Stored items
---
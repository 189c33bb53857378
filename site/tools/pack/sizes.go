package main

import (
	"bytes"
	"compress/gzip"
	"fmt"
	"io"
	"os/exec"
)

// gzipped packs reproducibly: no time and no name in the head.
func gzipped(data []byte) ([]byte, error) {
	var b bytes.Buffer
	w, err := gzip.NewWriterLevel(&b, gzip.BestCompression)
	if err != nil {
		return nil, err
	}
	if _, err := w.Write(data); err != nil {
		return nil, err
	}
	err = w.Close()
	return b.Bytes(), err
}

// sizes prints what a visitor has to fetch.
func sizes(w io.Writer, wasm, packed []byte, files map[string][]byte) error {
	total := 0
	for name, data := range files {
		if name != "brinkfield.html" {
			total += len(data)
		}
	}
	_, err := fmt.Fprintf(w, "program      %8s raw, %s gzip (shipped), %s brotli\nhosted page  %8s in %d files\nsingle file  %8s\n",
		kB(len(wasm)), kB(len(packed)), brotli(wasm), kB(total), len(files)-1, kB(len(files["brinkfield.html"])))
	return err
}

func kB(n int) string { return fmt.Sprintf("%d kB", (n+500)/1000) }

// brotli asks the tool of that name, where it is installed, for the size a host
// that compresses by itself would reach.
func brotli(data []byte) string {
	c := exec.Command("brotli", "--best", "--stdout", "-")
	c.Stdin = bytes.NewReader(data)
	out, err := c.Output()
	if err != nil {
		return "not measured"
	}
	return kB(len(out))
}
---
● **What the task requires**: Return the lines above that include the string "error".

● **Output for this exercise**:
func gzipped(data []byte) ([]byte, error) {
func sizes(w io.Writer, wasm, packed []byte, files map[string][]byte) error {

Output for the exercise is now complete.